As we predicted a year ago, U.S. companies are heading to Washington hoping to get an exemption from President Trump’s steel tariffs (i.e., taxes imposed on American businesses). It’s a government-induced version of “crony capitalism,” which Business Dictionary describes as, “An economy that is nominally free-market, but allows preferential regulation and other favorable government intervention based on personal relationships.”
The New York Times reported last week: “The Trump administration granted seven companies the first set of exclusions from its metal tariffs this week and rejected requests from 11 other companies, as the Commerce Department began slowly responding to the 20,000 applications that companies have filed for individual products.”
When businesses make these types of requests for exemptions, it is natural to think that a contribution to the PACs or reelection campaign of their elected representatives in Congress and the Senate will help open doors. And they just might.
In addition, companies may look for someone who has access to important people in the administration, such as the U.S. Trade Representative’s office or the Commerce Department. Companies fork over big bucks if lobbyists will plead the company’s case for exemption to people who can make that decision.
And with 20,000 applications pouring in so far, that’s a lot of companies looking for access—and money possibly changing hands.
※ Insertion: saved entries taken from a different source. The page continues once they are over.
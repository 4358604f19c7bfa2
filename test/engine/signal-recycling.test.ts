import { beforeAll, describe, expect, it } from "vitest";
import { HBAR, SPEED_OF_LIGHT } from "../../src/constants";
import { QuietframeError, QuietframeErrors } from "../../src/errors";
import { UnstableSetupError } from "../../src/engine/stability";
import { evaluate, evaluateSetup, loadSetup, prepare } from "../../src/pipeline";
import { assemble } from "../../src/setup/assemble";
import type { SetupDescription } from "../../src/setup/format";
import { expectAllClose } from "../helpers/close";
import { loadMathjs, type MathJs } from "../helpers/mathjs";
import { setup } from "../helpers/setups";

/**
 * Signal recycling on the `interferometer` component against Buonanno & Chen, Phys. Rev. D 64,
 * 042006 (2001) ("BC" below), Sec. II–III: the two-photon input-output relation of a
 * signal-recycled Michelson with arm cavities (lossless),
 *   b = (1/M)[e^{2iβ} C a + √(2K) τ e^{iβ} D h/h_SQL],
 *   M   = 1 + ρ² e^{4iβ} − 2ρ e^{2iβ}(cos 2φ + (K/2) sin 2φ),
 *   C11 = C22 = (1 + ρ²)(cos 2φ + (K/2) sin 2φ) − 2ρ cos 2β,
 *   C12 = −τ²(sin 2φ + K sin²φ),   C21 = τ²(sin 2φ − K cos²φ),
 *   D1  = −(1 + ρ e^{2iβ}) sin φ,   D2 = −(−1 + ρ e^{2iβ}) cos φ,
 * with K, β, h_SQL of Kimble et al., Phys. Rev. D 65, 022002 (2001) and the readout
 * b_ζ = b1 sin ζ + b2 cos ζ, so that
 *   S_h = h_SQL² (|C11 sin ζ + C21 cos ζ|² + |C12 sin ζ + C22 cos ζ|²) / (2K τ² |D1 sin ζ + D2 cos ζ|²).
 * (Coefficients written from memory of BC's eqs. (2.20)–(2.26); ρ = 0 gives back Kimble et al.'s
 * conventional interferometer, which interferometer.test.ts checks against its own source.)
 * Our homodyne angle θ is measured from the amplitude quadrature, cos θ b1 + sin θ b2, so ζ = 90° − θ.
 * The resonances (the optical spring among them) are the zeros of M (BC Sec. IV).
 */

const MASS = 30;
const L = 4000;
const F_ARM = 100;
const GAMMA = 2 * Math.PI * F_ARM;
const OMEGA0 = (2 * Math.PI * SPEED_OF_LIGHT) / 1064e-9;
/** I_SQL = mL²γ⁴/(4ω0) (Kimble et al. 2001); BC's example runs at I0 = I_SQL. */
const I_SQL = (MASS * L * L * GAMMA ** 4) / (4 * OMEGA0);
/** P_arm = I0 c/(2Lγ): the component takes the circulating arm power (see interferometer.ts). */
const armPower = (i0: number) => (i0 * SPEED_OF_LIGHT) / (2 * L * GAMMA);

type C = [number, number];
const cadd = (a: C, b: C): C => [a[0] + b[0], a[1] + b[1]];
const cmul = (a: C, b: C): C => [a[0] * b[0] - a[1] * b[1], a[0] * b[1] + a[1] * b[0]];
const cscale = (s: number, a: C): C => [s * a[0], s * a[1]];
const cexp = (t: number): C => [Math.cos(t), Math.sin(t)];
const cabs2 = (a: C) => a[0] * a[0] + a[1] * a[1];

function kimbleK(f: number, i0: number): number {
  const w = 2 * Math.PI * f;
  return (i0 / I_SQL) * ((2 * GAMMA ** 4) / (w ** 2 * (GAMMA ** 2 + w ** 2)));
}

function hSql2(f: number): number {
  return (8 * HBAR) / (MASS * (2 * Math.PI * f) ** 2 * L ** 2);
}

/** BC's S_h at frequency f for SR mirror power transmission T, detuning φ, readout ζ, power I0. */
function bcNoise(f: number, T: number, phi: number, zeta: number, i0: number): number {
  const rho = Math.sqrt(1 - T);
  const tau2 = T;
  const K = kimbleK(f, i0);
  const beta = Math.atan((2 * Math.PI * f) / GAMMA);
  const e2b = cexp(2 * beta);
  const spring = Math.cos(2 * phi) + (K / 2) * Math.sin(2 * phi);
  const c11: C = [(1 + rho * rho) * spring - 2 * rho * Math.cos(2 * beta), 0];
  const c12: C = [-tau2 * (Math.sin(2 * phi) + K * Math.sin(phi) ** 2), 0];
  const c21: C = [tau2 * (Math.sin(2 * phi) - K * Math.cos(phi) ** 2), 0];
  const c22 = c11;
  const d1 = cscale(-Math.sin(phi), cadd([1, 0], cscale(rho, e2b)));
  const d2 = cscale(-Math.cos(phi), cadd([-1, 0], cscale(rho, e2b)));
  const s = Math.sin(zeta);
  const c = Math.cos(zeta);
  const noise = cabs2(cadd(cscale(s, c11), cscale(c, c21))) + cabs2(cadd(cscale(s, c12), cscale(c, c22)));
  const signal = 2 * K * tau2 * cabs2(cadd(cscale(s, d1), cscale(c, d2)));
  return (hSql2(f) * noise) / signal;
}

interface SrOptions {
  T?: number;
  phi?: number; // rad
  theta?: number; // homodyne angle, rad
  i0?: number;
  control?: "none" | "servo";
  extra?: Record<string, string | number>;
}

function srSetup(o: SrOptions = {}): SetupDescription {
  const params: Record<string, string | number> = {
    mass: `${MASS} kg`,
    armLength: `${L} m`,
    armBandwidth: `${F_ARM} Hz`,
    power: `${armPower(o.i0 ?? I_SQL)} W`,
    ...o.extra,
  };
  if (o.T !== undefined) params.srmTransmission = o.T;
  if (o.phi !== undefined) params.srDetuning = `${o.phi} rad`;
  if (o.control) params.lengthControl = o.control;
  return setup(
    [
      { name: "light", type: "vacuum" },
      { name: "ifo", type: "interferometer", params },
      { name: "detector", type: "homodyne", params: { angle: `${o.theta ?? Math.PI / 2} rad` } },
    ],
    [
      ["light.out", "ifo.in"],
      ["ifo.out", "detector.in"],
    ],
    { signal: { kind: "strain", on: "ifo" } },
  );
}

const GRID = { from: 5, to: 5000, points: 83 };

describe("signal recycling: the tuned limit is today's interferometer", () => {
  it("a mirror that reflects nothing (T = 1) at φ = 0 gives the same bits as no mirror", () => {
    const without = evaluateSetup(loadSetup(srSetup()), GRID).budget;
    const transparent = evaluateSetup(loadSetup(srSetup({ T: 1, phi: 0 })), GRID).budget;
    expect(transparent.total).toEqual(without.total);
    expect(transparent.terms.map((t) => [t.id, t.psd])).toEqual(without.terms.map((t) => [t.id, t.psd]));
  });

  it("a set-up that does not mention signal recycling assembles to the same matrices as before (no mirror path)", () => {
    const a = assemble(loadSetup(srSetup()));
    const b = assemble(loadSetup(srSetup({ extra: { lengthControl: "none" } })));
    expect(a.model.A).toEqual(b.model.A);
    expect(a.model.B).toEqual(b.model.B);
  });
});

describe("signal recycling against Buonanno & Chen 2001", () => {
  it.each([
    // [T, φ, ζ]: tuned signal recycling, tuned resonant sideband extraction, and BC's detuned example
    // (ρ = 0.9, φ = π/2 − 0.47) at two readout quadratures.
    [0.19, 0, 0],
    // At φ = 90° the signal leaves in b1 (BC's D2 ∝ cos φ = 0), so it is read at ζ = 90°.
    [0.19, Math.PI / 2, Math.PI / 2],
    [0.19, Math.PI / 2 - 0.47, 0],
    [0.19, Math.PI / 2 - 0.47, Math.PI / 2 - 0.3],
    [0.033, 0.3, 1.0],
  ])("T = %f, φ = %f rad, ζ = %f rad: S_h equals BC's (lossless, I0 = I_SQL)", (T, phi, zeta) => {
    const detuned = Math.sin(2 * phi) !== 0 && Math.abs(Math.sin(2 * phi)) > 1e-12;
    const s = loadSetup(srSetup({ T, phi, theta: Math.PI / 2 - zeta, control: detuned ? "servo" : "none" }));
    const b = evaluate(prepare(s), GRID).budget;
    const expected = Array.from(b.frequencies, (f) => bcNoise(f, T, phi, zeta, I_SQL));
    expectAllClose(b.total, expected, 1e-9, "S_h");
  });

  it("at a higher power (I0 = 3 I_SQL) and with squeezing off, the detuned S_h still matches", () => {
    const i0 = 3 * I_SQL;
    const b = evaluate(prepare(loadSetup(srSetup({ T: 0.1, phi: 1.2, i0, control: "servo" }))), GRID).budget;
    expectAllClose(
      b.total,
      Array.from(b.frequencies, (f) => bcNoise(f, 0.1, 1.2, 0, i0)),
      1e-9,
      "S_h",
    );
  });
});

describe("signal recycling described by the arm mode: signal bandwidth and detuning", () => {
  /**
   * The signal-recycled interferometer as one detuned cavity (Buonanno & Chen, Phys. Rev. D 65,
   * 042001 (2002), Sec. II, from memory): half-width ε = γ(1 − ρ²)/D and detuning
   * λ = 2ργ sin 2φ/D with D = 1 + ρ² + 2ρ cos 2φ (lossless arms, γ the arm half-width); with
   * arm loss, ε gains the loss part γ_0 and γ becomes the coupling part γ_in (derived the same way).
   */
  function pole(T: number, phi: number, gammaIn: number, gammaLoss = 0): { bandwidth: number; detuning: number } {
    const rho = Math.sqrt(1 - T);
    const d = 1 + rho * rho + 2 * rho * Math.cos(2 * phi);
    return { bandwidth: (gammaLoss + (gammaIn * (1 - rho * rho)) / d) / (2 * Math.PI), detuning: (2 * rho * gammaIn * Math.sin(2 * phi)) / d / (2 * Math.PI) };
  }

  it.each([
    [0.19, Math.PI / 2 - 0.47, 0],
    [0.033, 0.3, Math.PI / 3],
    [0.19, 0, 0],
  ])("T = %f, φ = %f rad as (ε, λ) gives BC 2001's S_h at ζ = %f rad", (T, phi, zeta) => {
    const p = pole(T, phi, GAMMA);
    const detuned = p.detuning !== 0;
    const s = srSetup({ theta: Math.PI / 2 - zeta, control: detuned ? "servo" : "none", extra: { signalBandwidth: `${p.bandwidth} Hz`, signalDetuning: `${p.detuning} Hz` } });
    const b = evaluate(prepare(loadSetup(s)), GRID).budget;
    expectAllClose(
      b.total,
      Array.from(b.frequencies, (f) => bcNoise(f, T, phi, zeta, I_SQL)),
      1e-9,
      "S_h",
    );
  });

  it("with arm loss (100 ppm), (ε, λ) with the loss part added gives the same budget as the mirror", () => {
    const loss = 100e-6;
    const gammaLoss = (loss * SPEED_OF_LIGHT) / (4 * L);
    const [T, phi] = [0.1, 1.2];
    const p = pole(T, phi, GAMMA - gammaLoss, gammaLoss);
    const mirror = evaluate(prepare(loadSetup(srSetup({ T, phi, control: "servo", extra: { opticalLoss: loss } }))), GRID).budget;
    const mode = evaluate(prepare(loadSetup(srSetup({ control: "servo", extra: { opticalLoss: loss, signalBandwidth: `${p.bandwidth} Hz`, signalDetuning: `${p.detuning} Hz` } }))), GRID).budget;
    expectAllClose(mode.total, mirror.total, 1e-9, "S_h");
  });

  it("refuses two descriptions at once, a detuning alone, and a bandwidth below the arm-loss width", () => {
    const refusal = (extra: Record<string, string | number>, T?: number) => {
      try {
        loadSetup(srSetup({ T, extra }));
      } catch (e) {
        if (e instanceof QuietframeError) return e;
        if (e instanceof QuietframeErrors && e.problems.length === 1) return e.problems[0];
        throw e;
      }
      throw new Error("expected a QuietframeError");
    };
    expect(refusal({ signalBandwidth: "300 Hz" }, 0.2).message).toContain("described twice");
    expect(refusal({ signalDetuning: "30 Hz" }).path).toBe("components.ifo.signalDetuning");
    const narrow = refusal({ opticalLoss: 1e-3, signalBandwidth: "1 Hz" });
    expect(narrow.path).toBe("components.ifo.signalBandwidth");
    // εc/(8πL) = 1e-3 × 299792458 / (8π × 4000 m) = 2.982 Hz
    expect(narrow.message).toMatch(/arms' own loss width .* = 2\.982 Hz/);
  });
});

describe("optical-spring resonances are the zeros of BC's M", () => {
  let math: MathJs;
  beforeAll(async () => {
    math = await loadMathjs();
  });

  /**
   * M(Ω)(γ − iΩ)²Ω² as a polynomial (from BC's M with e^{2iβ} = (γ + iΩ)/(γ − iΩ) and
   * K(γ² + Ω²) = ι/Ω², ι = 2(I0/I_SQL)γ⁴):
   *   P(Ω) = −(1 + ρ² + 2ρ cos 2φ)Ω⁴ + 2iγ(ρ² − 1)Ω³ + γ²(1 + ρ² − 2ρ cos 2φ)Ω² − ρι sin 2φ.
   */
  function characteristic(omega: C, T: number, phi: number, i0: number): { value: C; scale: number } {
    const rho = Math.sqrt(1 - T);
    const iota = 2 * (i0 / I_SQL) * GAMMA ** 4;
    const w2 = cmul(omega, omega);
    const w3 = cmul(w2, omega);
    const w4 = cmul(w2, w2);
    const terms: C[] = [
      cscale(-(1 + rho * rho + 2 * rho * Math.cos(2 * phi)), w4),
      cmul([0, 2 * GAMMA * (rho * rho - 1)], w3),
      cscale(GAMMA ** 2 * (1 + rho * rho - 2 * rho * Math.cos(2 * phi)), w2),
      [-rho * iota * Math.sin(2 * phi), 0],
    ];
    return { value: terms.reduce(cadd, [0, 0]), scale: terms.reduce((s, t) => s + Math.sqrt(cabs2(t)), 0) };
  }

  it.each([
    [0.19, Math.PI / 2 - 0.47],
    [0.033, 0.3],
    [0.1, 2.0],
  ])("T = %f, φ = %f rad: every eigenvalue λ of the engine's A (mathjs eigs) gives P(iλ) = 0", (T, phi) => {
    const a = assemble(loadSetup(srSetup({ T, phi, control: "servo" })));
    const n = a.model.nStates;
    expect(n).toBe(4);
    const rows = Array.from({ length: n }, (_, i) => Array.from(a.model.A.subarray(i * n, (i + 1) * n)));
    const values = math.eigs(math.matrix(rows)).values as unknown as { toArray(): unknown[] };
    const eigenvalues = values.toArray().map((v) => (typeof v === "number" ? ([v, 0] as C) : ([(v as { re: number }).re, (v as { im: number }).im] as C)));
    expect(eigenvalues).toHaveLength(4);
    for (const lambda of eigenvalues) {
      // e^{λt} = e^{−iΩt}  ⇒  Ω = iλ
      const omega: C = [-lambda[1], lambda[0]];
      const { value, scale } = characteristic(omega, T, phi, I_SQL);
      expect(Math.sqrt(cabs2(value)) / scale, `λ = ${lambda[0]} + ${lambda[1]}i`).toBeLessThan(1e-9);
    }
  });

  it("0 < φ < 90°: the spring is restoring and its resonance grows while oscillating; 90° < φ < 180°: it is anti-restoring and a mode runs away without oscillating", () => {
    const restoring = prepare(loadSetup(srSetup({ T: 0.19, phi: Math.PI / 2 - 0.47, control: "servo" }))).stability;
    expect(restoring.growing).toHaveLength(0);
    expect(restoring.held.length).toBeGreaterThan(0);
    expect(restoring.held.every((m) => m.frequency > 0)).toBe(true);
    const antiRestoring = prepare(loadSetup(srSetup({ T: 0.19, phi: 2.0, control: "servo" }))).stability;
    expect(antiRestoring.held.some((m) => m.frequency === 0)).toBe(true);
  });
});

describe("signal recycling: instability in words, the servo, bad input", () => {
  it("a detuned mirror without a servo is refused with the optical spring named and the way out", () => {
    let error: unknown;
    try {
      prepare(loadSetup(srSetup({ T: 0.19, phi: Math.PI / 2 - 0.47 })));
    } catch (e) {
      error = e;
    }
    expect(error).toBeInstanceOf(UnstableSetupError);
    const message = (error as Error).message;
    expect(message).toContain("optical spring is restoring");
    expect(message).toContain("anti-damps");
    expect(message).toContain('lengthControl: "servo"');
    expect(message).toContain("'ifo'");
  });

  it("an anti-restoring spring says so", () => {
    expect(() => prepare(loadSetup(srSetup({ T: 0.19, phi: 2.0 })))).toThrow(/anti-restoring \(negative rigidity\)/);
  });

  it("with the servo declared the set-up evaluates and the warning names the held resonance", () => {
    const prepared = prepare(loadSetup(srSetup({ T: 0.19, phi: Math.PI / 2 - 0.47, control: "servo" })));
    expect(prepared.stability.stable).toBe(false);
    expect(prepared.physicality).toBeUndefined();
    const warning = prepared.warnings.find((w) => w.startsWith("controlled:"));
    expect(warning).toBeDefined();
    expect(warning).toMatch(/a mode at [0-9.]+ Hz grows at/);
    expect(warning).toContain("optical spring");
    const held = prepared.stability.held[0];
    expect(warning).toContain(held.frequency.toPrecision(4));
  });

  it("a tuned mirror needs no servo and has no spring", () => {
    const prepared = prepare(loadSetup(srSetup({ T: 0.19, phi: 0 })));
    expect(prepared.stability.held).toHaveLength(0);
    expect(prepared.stability.growing).toHaveLength(0);
  });

  function problem(o: SrOptions): QuietframeError {
    try {
      loadSetup(srSetup(o));
    } catch (e) {
      if (e instanceof QuietframeError) return e;
      if (e instanceof QuietframeErrors && e.problems.length === 1) return e.problems[0];
      throw e;
    }
    throw new Error("expected a QuietframeError");
  }

  it("a detuning without a mirror names the field and what is allowed", () => {
    const e = problem({ phi: 0.3 });
    expect(e.path).toBe("components.ifo.srDetuning");
    expect(e.message).toContain("needs a signal-recycling mirror");
    expect(e.message).toContain("srmTransmission");
  });

  it.each([0, 1.5, -0.1])("srmTransmission %f is refused with its range", (T) => {
    const e = problem({ T });
    expect(e.path).toBe("components.ifo.srmTransmission");
  });

  it("an unknown lengthControl word lists the choices", () => {
    const e = problem({ extra: { lengthControl: "loop" } });
    expect(e.path).toBe("components.ifo.lengthControl");
    expect(e.message).toContain("servo");
  });
});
But the process isn’t limited to companies seeking exemptions. Other companies lobby the government against their competitors, hoping to gain a business advantage. The Times article points out:
Nucor, an American steel company that has supported the tariffs, argued against Bekaert’s [a steel wire maker] request for an exclusion for wire rod that it uses to produce cord that goes in tires. Nucor said Bekaert had access to enough of the rod without requiring an exclusion.
In fairness to the companies seeking an exemption, the government is the driving force behind this crony capitalism, as companies try to protect their business. This is Washington at its very worst, and in this case it is all government induced.